Se ha pasado la tarde rematando a conciencia las varas metálicas que hoy forman el esqueleto de su nueva cometa. Las ha envuelto con telas de mil colores que entremezcladas entre sí no dejan ver lo roídas que están.
Pese a la artrosis, sus manos huesudas han trenzado los hilos que unen los mil y un pedazos de tela y se han movido con eterna parsimonia con el único consuelo de que el cariño con que lo ha hecho es el mejor de los combustibles.
Tras el último nudo, ha recogido la borla que pone el broche final a su cometa y se ha echado a la calle sin dejar de mirar entre las nubes el azul del cielo.
En una mano lleva el armatoste de mil colores y en la otra, la silla de camping de color verde que hace unos años compró con intención de disfrutar más de la naturaleza.
Ni diez minutos tarda desde su casa hasta el montículo más alto del parque. Y allí, rodeado de niños y curiosos que detienen su paseo para ver volar la cometa a este viejo, vuelve a mirar al cielo convencido de que la verá, de que recibirá la señal de que ella también lo está viendo desde allí arriba, de que reconocerá que los mil y un retazos de tela que pacientemente él ha compuesto, son suyos, son parte de su ajuar, de sus manteles, de su ropa y hasta de sus delantales con los que cocinaba comidas horrendas.

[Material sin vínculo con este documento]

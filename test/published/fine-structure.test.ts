import { describe, expect, it } from "vitest";
import { auditCommutators, findGoodBasis, type Operator } from "../../src/index.js";
import { angularMomentum } from "../../src/models/angular-momentum.js";
import { productSpace } from "../../src/models/product-space.js";
import { expectAllOrders, expectEnclosed, expectNear, goodBasis, pick, second, shift, solved } from "./support.js";

/** Operators of two angular momenta, the first one slowest. */
function pair(a: number, b: number) {
  const one = angularMomentum(a);
  const two = angularMomentum(b);
  const space = productSpace([one.n, two.n]);
  const first = (operator: Operator): Operator => space.embed(operator, 0);
  const other = (operator: Operator): Operator => space.embed(operator, 1);
  const z = [first(one.z), other(two.z)] as const;
  const dot = first(one.z)
    .times(other(two.z))
    .plus(
      first(one.plus)
        .times(other(two.minus))
        .plus(first(one.minus).times(other(two.plus)))
        .scale(0.5),
    );
  const squared = first(one.squared).plus(other(two.squared)).plus(dot.scale(2));
  return { n: space.n, z, dot, squared, kets: space.kets([one.kets, two.kets]) };
}

// Landé (1921); Condon and Shortley, The Theory of Atomic Spectra (1935):
// g = 1 + [J(J + 1) + S(S + 1) − L(L + 1)]/2J(J + 1), the formula seen in a public copy; 4/5 and 6/5 of a 2D term seen in a
// public copy too.
describe("Landé g factors", () => {
  const terms = [
    { term: "2P1/2", l: 1, s: 0.5, j: 0.5, g: 2 / 3 },
    { term: "2P3/2", l: 1, s: 0.5, j: 1.5, g: 4 / 3 },
    { term: "3P1", l: 1, s: 1, j: 1, g: 3 / 2 },
    { term: "3P2", l: 1, s: 1, j: 2, g: 3 / 2 },
    { term: "2D3/2", l: 2, s: 0.5, j: 1.5, g: 4 / 5 },
    { term: "2D5/2", l: 2, s: 0.5, j: 2.5, g: 6 / 5 },
    { term: "2F5/2", l: 3, s: 0.5, j: 2.5, g: 6 / 7 },
    { term: "2F7/2", l: 3, s: 0.5, j: 3.5, g: 8 / 7 },
  ];

  it.each(terms)("$term: E1 = g m for every m", ({ l, s, j, g }) => {
    const { z, dot, kets } = pair(l, s);
    const [Lz, Sz] = z;
    const candidates = { Jz: { operator: Lz.plus(Sz), label: "m" } } as const;
    const basis = goodBasis({ h0: dot, v: Lz.plus(Sz.scale(2)), candidates, kets }, { depth: "labels" });
    expectAllOrders(basis.study);
    const energy = (j * (j + 1) - l * (l + 1) - s * (s + 1)) / 2;
    for (let m = -j; m <= j; m++) {
      const state = pick(basis, energy, { Jz: m });
      expect(state.labels.Jz.status).toBe("declared");
      expectEnclosed(shift(state), g * m, 1e-10);
    }
    expectNear(1 + (j * (j + 1) + s * (s + 1) - l * (l + 1)) / (2 * j * (j + 1)), g, 1e-12);
  });

  it("refuses J² of the 2P term: [J², V] has norm 2√2", () => {
    const { z, dot, squared } = pair(1, 0.5);
    const [Lz, Sz] = z;
    const audit = auditCommutators({ h0: dot, v: Lz.plus(Sz.scale(2)), candidates: { J2: squared, Jz: Lz.plus(Sz) } });
    const [J2, Jz] = audit.candidates;
    expect(J2).toMatchObject({ conserved: false, descriptive: true });
    expect(J2?.withH0.verdict).toBe("commutes");
    expect(J2?.withPerturbations[0]?.verdict).toBe("broken");
    expectNear(J2?.withPerturbations[0]?.norm ?? 0, 2 * Math.SQRT2, 1e-9);
    expect(J2?.reason).toContain("does not commute with V");
    expect(Jz?.conserved).toBe(true);
  });

  it("still names the levels by J², as a description and not as evidence", () => {
    const { z, dot, squared } = pair(1, 0.5);
    const [Lz, Sz] = z;
    const candidates = { J2: { operator: squared, label: "j" }, Jz: Lz.plus(Sz) } as const;
    const basis = goodBasis({ h0: dot, v: Lz.plus(Sz.scale(2)), candidates });
    for (const state of basis.states) {
      expect(state.labels.J2).toMatchObject({ role: "descriptive", text: state.energy > 0 ? "3/2" : "1/2" });
    }
    for (const level of basis.levels) for (const node of level.evidence.nodes) expect(node.operator).not.toBe("J2");
  });
});

// The strong-field shift a m_L m_S: Condon and Shortley, The Theory of Atomic Spectra (1935); common practice.
describe("Paschen–Back limit of a 2P term", () => {
  const { z, dot, kets } = pair(1, 0.5);
  const [Lz, Sz] = z;
  const problem = { h0: Lz.plus(Sz.scale(2)), v: dot, candidates: { Jz: Lz.plus(Sz) }, kets };

  it.each([
    { energy: 2, m: 1.5, e1: 0.5, e2: 0 },
    { energy: 1, m: 0.5, e1: 0, e2: 0.5 },
    { energy: 0, m: 0.5, e1: -0.5, e2: -0.5 },
    { energy: 0, m: -0.5, e1: -0.5, e2: 0.5 },
    { energy: -1, m: -0.5, e1: 0, e2: -0.5 },
    { energy: -2, m: -1.5, e1: 0.5, e2: 0 },
  ])("E0 = $energy, m = $m: E1 = $e1, E2 = $e2", ({ energy, m, e1, e2 }) => {
    const basis = goodBasis(problem, { depth: "labels" });
    const state = pick(basis, energy, { Jz: m });
    expectEnclosed(shift(state), e1, 1e-10);
    expectEnclosed(second(basis, state), e2, 1e-10);
  });

  it("tells the two states of the middle level apart by J_z alone", () => {
    const outcome = findGoodBasis(problem, { levels: { nearest: 0 }, depth: "labels" });
    expect(outcome.verdict).toBe("good");
    expect(outcome.states.map((state) => state.labels.Jz.text)).toEqual(["1/2", "−1/2"]);
    expectAllOrders(outcome);
  });
});

// Hyperfine splitting 1420.405751768 MHz: Hellwig et al., IEEE Trans. Instrum. Meas. 19, 200 (1970), seen in public copies.
// Breit and Rabi, Phys. Rev. 38, 2082 (1931). Clock shift 2773 Hz/G²: hydrogen-maser literature, value from memory.
describe("Breit–Rabi, hydrogen 1s", () => {
  const splitting = 1420.405751768e6;
  const magneton = 1.39962449171e10; // μ_B/h in Hz/T; CODATA 2022, value from memory
  const gJ = 2.00228377;
  const gI = -0.003042065;
  const { z, dot, kets } = pair(0.5, 0.5);
  const [Iz, Sz] = z;
  const h0 = dot.scale(splitting);
  const v = Sz.scale(gJ).plus(Iz.scale(gI)).scale(magneton);
  const Fz = { operator: Iz.plus(Sz), label: "m" } as const;
  const basis = goodBasis({ h0, v, candidates: { Fz }, kets, unit: "Hz" }, { depth: "labels", lambda: 0.01 });
  const upper = splitting / 4;
  const lower = (-3 * splitting) / 4;

  it("g_F of F = 1 and F = 0", () => {
    expectNear(shift(pick(basis, upper, { Fz: 1 })).value / magneton, 0.9996208525, 1e-8);
    expectNear(shift(pick(basis, upper, { Fz: -1 })).value / magneton, -0.9996208525, 1e-8);
    expectNear(shift(pick(basis, upper, { Fz: 0 })).value / magneton, 0, 1e-8);
    expectNear(shift(pick(basis, lower, { Fz: 0 })).value / magneton, 0, 1e-8);
  });

  it("the clock shift E2(1,0) − E2(0,0) is (gJ − gI)² μ_B²/2h²Δ, 2773 Hz/G²", () => {
    const up = second(basis, pick(basis, upper, { Fz: 0 }));
    const down = second(basis, pick(basis, lower, { Fz: 0 }));
    const perTesla = up.value - down.value;
    expectNear(perTesla * 1e-8, 2773, 1);
    const closed = ((gJ - gI) * magneton) ** 2 / (2 * splitting);
    expectNear(perTesla / closed, 1, 1e-9);
    expect(Math.abs(perTesla - closed)).toBeLessThanOrEqual(up.plusMinus + down.plusMinus + 1e-14 * closed);
  });

  it.each([
    { field: 0.01, megahertz: 1447.870272338 },
    { field: 0.05, megahertz: 1996.734370479 },
  ])("splitting of the two m = 0 states at $field T", ({ field, megahertz }) => {
    const states = solved(h0.plus(v.scale(field)), { Fz }).states.filter((state) => Math.abs(state.labels.Fz.re) < 0.1);
    expect(states).toHaveLength(2);
    const found = Math.abs((states[1]?.energy ?? 0) - (states[0]?.energy ?? 0)) / 1e6;
    const x = ((gJ - gI) * magneton * field) / splitting;
    expectNear(found, (splitting / 1e6) * Math.sqrt(1 + x * x), 1e-6);
    expectNear(found, megahertz, 1e-6);
  });
});
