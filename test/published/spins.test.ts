import { describe, expect, it } from "vitest";
import { auditCommutators, Operator } from "../../src/index.js";
import { sitePermutation, translation } from "../../src/models/permutations.js";
import { spinChain } from "../../src/models/spin-chain.js";
import {
  bruteForce,
  expectAllOrders,
  expectEnclosed,
  expectNear,
  expectValues,
  goodBasis,
  pick,
  second,
  shift,
  shifts,
} from "./support.js";

// Pople, Schneider and Bernstein, High-resolution Nuclear Magnetic Resonance (1959): (1/2)√(J² + δ²) of the AB pair, the formula
// seen in a public copy; the series follow from its expansion. Heisenberg dimer −3/4 J, 1/4 J.
describe("two spins 1/2", () => {
  const chain = spinChain(2);
  const dot = chain.szsz(0, 1).plus(chain.exchange(0, 1));
  const staggered = chain.sz(0).minus(chain.sz(1));
  const Sz = { operator: chain.totalSz, label: "m" } as const;

  it("exchange dimer in a staggered field: E2 = −1 and 1", () => {
    const basis = goodBasis({ h0: dot, v: staggered, candidates: { Sz }, kets: chain.kets() }, { depth: "labels" });
    expectAllOrders(basis.study);
    expectEnclosed(second(basis, pick(basis, -0.75)), -1, 1e-10);
    expectEnclosed(second(basis, pick(basis, 0.25, { Sz: 0 })), 1, 1e-10);
    for (const m of [1, -1]) expectEnclosed(second(basis, pick(basis, 0.25, { Sz: m })), 0, 1e-10);
    const root = Math.sqrt(1 + 4 * 0.3 ** 2) / 2;
    const energies = bruteForce(dot.plus(staggered.scale(0.3)));
    expectValues(
      energies,
      [
        [0.25, 2],
        [-0.25 + root, 1],
        [-0.25 - root, 1],
      ],
      1e-12,
    );
  });

  it("weakly coupled AB pair: E1 = −1/4, E2 = ±1/4", () => {
    const h0 = staggered.scale(0.5).plus(chain.totalSz.scale(3));
    const basis = goodBasis({ h0, v: dot });
    for (const sign of [1, -1]) {
      const state = pick(basis, sign / 2);
      expectEnclosed(shift(state), -0.25, 1e-10);
      expectEnclosed(second(basis, state), sign / 4, 1e-10);
    }
  });
});

// Kambe, J. Phys. Soc. Jpn. 5, 48 (1950); Griffiths and Schroeter, Introduction to Quantum Mechanics (triangle −3/4 J four-fold,
// square −2 J), the problem seen in a public copy.
describe("spin-1/2 triangle and square", () => {
  const chain = spinChain(3);
  const dot = (i: number, k: number): Operator => chain.szsz(i, k).plus(chain.exchange(i, k));
  const h0 = Operator.sum(dot(0, 1), dot(1, 2), dot(0, 2));
  const one = Operator.identity(chain.n);
  const S2 = { operator: one.scale(2.25).plus(h0.scale(2)), label: "j" } as const;
  const Sz = { operator: chain.totalSz, label: "m" } as const;
  const pair = { operator: one.scale(1.5).plus(dot(0, 1).scale(2)), label: "j" } as const;
  // S1·(S2 × S3) = Σ cyclic S1x S2y S3z − S1x S2z S3y.
  const triple = (x: number, y: number, z: number): Operator => chain.sx(x).times(chain.sy(y)).times(chain.sz(z));
  const chirality = Operator.sum(triple(0, 1, 2), triple(1, 2, 0), triple(2, 0, 1)).minus(
    Operator.sum(triple(0, 2, 1), triple(1, 0, 2), triple(2, 1, 0)),
  );
  const C3 = { operator: sitePermutation(2, [1, 2, 0]), label: { root: 3 } } as const;

  it("triangle: levels ∓3/4, four-fold each", () => {
    expectValues(
      bruteForce(h0),
      [
        [-0.75, 4],
        [0.75, 4],
      ],
      1e-12,
    );
  });

  it("one bond changed: E1 = −3/4 for S12 = 0, 1/4 for S12 = 1", () => {
    const basis = goodBasis({ h0, v: dot(0, 1), candidates: { S2, Sz, pair } }, { depth: "labels" });
    expectAllOrders(basis.study);
    expectValues(
      shifts(basis.states),
      [
        [-0.75, 2],
        [0.25, 6],
      ],
      1e-10,
    );
    for (const state of basis.states) {
      expectEnclosed(shift(state), state.labels.pair.text === "0" ? -0.75 : 0.25, 1e-10);
    }
  });

  it("chirality: E1 = ±√3/4, labelled by the cyclic permutation", () => {
    const basis = goodBasis({ h0, v: chirality, candidates: { S2, Sz, C3 } }, { depth: "labels" });
    expectAllOrders(basis.study);
    expectValues(
      shifts(basis.states),
      [
        [Math.sqrt(3) / 4, 2],
        [-Math.sqrt(3) / 4, 2],
        [0, 4],
      ],
      1e-10,
    );
    for (const state of basis.states) {
      const turned = Math.abs(state.labels.C3.im) > 0.5;
      expectNear(Math.abs(shift(state).value), turned ? Math.sqrt(3) / 4 : 0, 1e-10);
      expect(state.labels.S2.text).toBe(turned ? "1/2" : "3/2");
    }
  });

  it("refuses S12² under chirality", () => {
    const audit = auditCommutators({ h0, v: chirality, candidates: { pair, C3 } });
    expect(audit.candidates[0]).toMatchObject({ conserved: false, descriptive: true });
    expect(audit.candidates[0]?.withPerturbations[0]?.verdict).toBe("broken");
    expect(audit.candidates[1]?.conserved).toBe(true);
  });

  it("square: −2, −1 (three times), 0 (seven times), 1 (five times)", () => {
    const square = spinChain(4);
    const bond = (i: number): Operator => square.szsz(i, (i + 1) % 4).plus(square.exchange(i, (i + 1) % 4));
    const energies = bruteForce(Operator.sum(bond(0), bond(1), bond(2), bond(3)));
    expectValues(
      energies,
      [
        [-2, 1],
        [-1, 3],
        [0, 7],
        [1, 5],
      ],
      1e-12,
    );
  });
});

// Closed form of the 4-ring: −1/2 − √(1/4 + 2ε²) and −1; at the Heisenberg point −2.
describe("four-spin XXZ ring from the Ising limit", () => {
  const chain = spinChain(4);
  const names = chain.kets();
  const sector = names.flatMap((name, k) => (name.split("u").length === 3 ? [k] : []));
  const frame = {
    rows: sector.length,
    cols: chain.n,
    ptr: Int32Array.from({ length: sector.length + 1 }, (_, k) => k),
    col: Int32Array.from(sector),
    re: new Float64Array(sector.length).fill(1),
    im: undefined,
  };
  const around = (term: (i: number, k: number) => Operator): Operator =>
    Operator.sum(...[0, 1, 2, 3].map((i) => term(i, (i + 1) % 4))).restrict(frame);
  const h0 = around((i, k) => chain.szsz(i, k));
  const v = around((i, k) => chain.exchange(i, k));
  const T = { operator: translation(4, 2).restrict(frame), label: { root: 4 } } as const;
  const kets = sector.map((k) => names[k] ?? "");

  it("the Néel pair is told apart by translation, and splits by E2 = −2 and 0", () => {
    expect(kets).toHaveLength(6);
    const basis = goodBasis({ h0, v, candidates: { T }, kets }, { depth: "labels" });
    expectAllOrders(basis.study);
    const even = pick(basis, -1, { T: 1 });
    const odd = pick(basis, -1, { T: -1 });
    for (const state of [even, odd]) expectEnclosed(shift(state), 0, 1e-10);
    expectEnclosed(second(basis, even), -2, 1e-10);
    expectEnclosed(second(basis, odd), 0, 1e-10);
  });

  it("agrees with the closed form at ε = 1 and 0.6", () => {
    const lowest = (epsilon: number): number => Math.min(...bruteForce(h0.plus(v.scale(epsilon))));
    expectNear(lowest(1), -2, 1e-12);
    expectNear(lowest(0.6), -0.5 - Math.sqrt(0.25 + 2 * 0.36), 1e-12);
    expectNear(lowest(0.6), -1.48488578018, 1e-11);
  });

  it("without translation the second order parts the pair: energies safe through 3, states through 0", () => {
    const basis = goodBasis({ h0, v, kets }, { levels: { lowest: 1 } });
    expect(basis.states.map((state) => state.safe)).toEqual([
      { energies: 3, states: 0 },
      { energies: 3, states: 0 },
    ]);
    expectValues(
      basis.states.map((state) => second(basis, state).value),
      [
        [-2, 1],
        [0, 1],
      ],
      1e-10,
    );
  });
});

Él vuela la cometa con una sonrisa, porque con el viento parece que ella la atrae hacia sí, con fuerza.
Tardó más de dos meses en fabricarla. Pero el tiempo ha merecido la pena, porque esta vez parece que ella sí ha reconocido la tela, las varas y hasta los brillos de las lentejuelas doradas que le quitó a uno de sus pañuelos. El viejo está convencido: "Esta vez sí, esta vez me ve".